Anyway, bad news is, for the two weeks I was at work I was wiped out getting used to it again after 3 months not working. Blisters on my hands and feet, aching legs and so on. I just wanted to go home to bed.

But, I'm used to it now so, pumping iron will ensue straight after a shift at 06:30 am.

I had a bender this week.

Had a mate round and we each devoured 45 270ml bottles of Stella over 2 days and smoked rather a lot of 'herbs' (which I haven't done in a looong time, but was fun!)

Plus, 2x 9" pizzas, 1x14" pizza, 1 tray of chips, 1 rogan josh, 1 pilau rice, 1x samosa, 1x onion bhaji, 1x naan, 2x popadums, 1x yoghurt sauce. (In the space of 2 days)

Only put 3ibs on, but in a week...that's too much and it's all water and fat. Will drop off quick enough though.

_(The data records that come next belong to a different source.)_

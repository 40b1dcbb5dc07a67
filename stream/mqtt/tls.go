package mqtt

import (
	"crypto/tls"
	"crypto/x509"
	"fmt"
	"os"
)

// TLSConfig builds the client TLS settings for an ssl:// broker. caFile
// (PEM) replaces the system roots when given; certFile and keyFile (PEM)
// are the client certificate and key, both or neither. TLS 1.2 is the
// minimum. Errors name the file but never include its contents.
func TLSConfig(caFile, certFile, keyFile string) (*tls.Config, error) {
	c := &tls.Config{MinVersion: tls.VersionTLS12}
	if caFile != "" {
		pem, err := os.ReadFile(caFile)
		if err != nil {
			return nil, fmt.Errorf("mqtt: tls ca: %w", err)
		}
		pool := x509.NewCertPool()
		if !pool.AppendCertsFromPEM(pem) {
			return nil, fmt.Errorf("mqtt: tls ca %s: no PEM certificate: %w", caFile, ErrTLS)
		}
		c.RootCAs = pool
	}
	if (certFile == "") != (keyFile == "") {
		return nil, fmt.Errorf("mqtt: tls cert %q and key %q: give both or neither: %w", certFile, keyFile, ErrTLS)
	}
	if certFile != "" {
		cert, err := tls.LoadX509KeyPair(certFile, keyFile)
		if err != nil {
			return nil, fmt.Errorf("mqtt: tls cert %s, key %s: %w: %w", certFile, keyFile, ErrTLS, err)
		}
		c.Certificates = []tls.Certificate{cert}
	}
	return c, nil
}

Likely to be weak as a kitten when I get back to pumping iron, due to rapid weight loss, coming off gear and so on.


----------



## suliktribal (Apr 4, 2010)

Just made a wicked curry for tonight!! Mmmmm.


----------



## d4ead (Nov 3, 2008)

good to know you take your diet so seriously ;P


----------



## suliktribal (Apr 4, 2010)

hi guys.

don't know if anyones following this journal, but its on hold at the moment.

too much going on, bad stuff.

my mum is going through tests to find out if a mass in her chest is lung cancer, so im bricking it.

also, im still paying off debts, and gym membership is on hold.


----------



## suliktribal (Apr 4, 2010)

so, i will be caught up with debts from friday, including gym membership.

i will start up as of monday. will help distract me too.


----------



## Kate1976 (Jul 19, 2008)

Well hello stranger..wondered where you had gone?

Sorry to hear about your ma....must be so scary for you...here if you need a chat


----------



## suliktribal (Apr 4, 2010)

I'm ready to get back in the gym now.

Goal has changed though. Emphasis will be on fat loss because I've put significant wobble on.

Weights will be every day, with 30 mins cardio straight after. Another 30 mins fasted cardio on waking.


----------



## suliktribal (Apr 4, 2010)

It's coming.... it's coming.

(gym, that is)

Been swamped with life events past few months. Mums cancer diagnosis, starting work and buying a house.

Been 'zorsted.

Adjusted somewhat now so will be back in the gym.

Bulking.

I'm fat and I've lost a lot of muscle over past 3 months. So I would like to reclaim lost muscle.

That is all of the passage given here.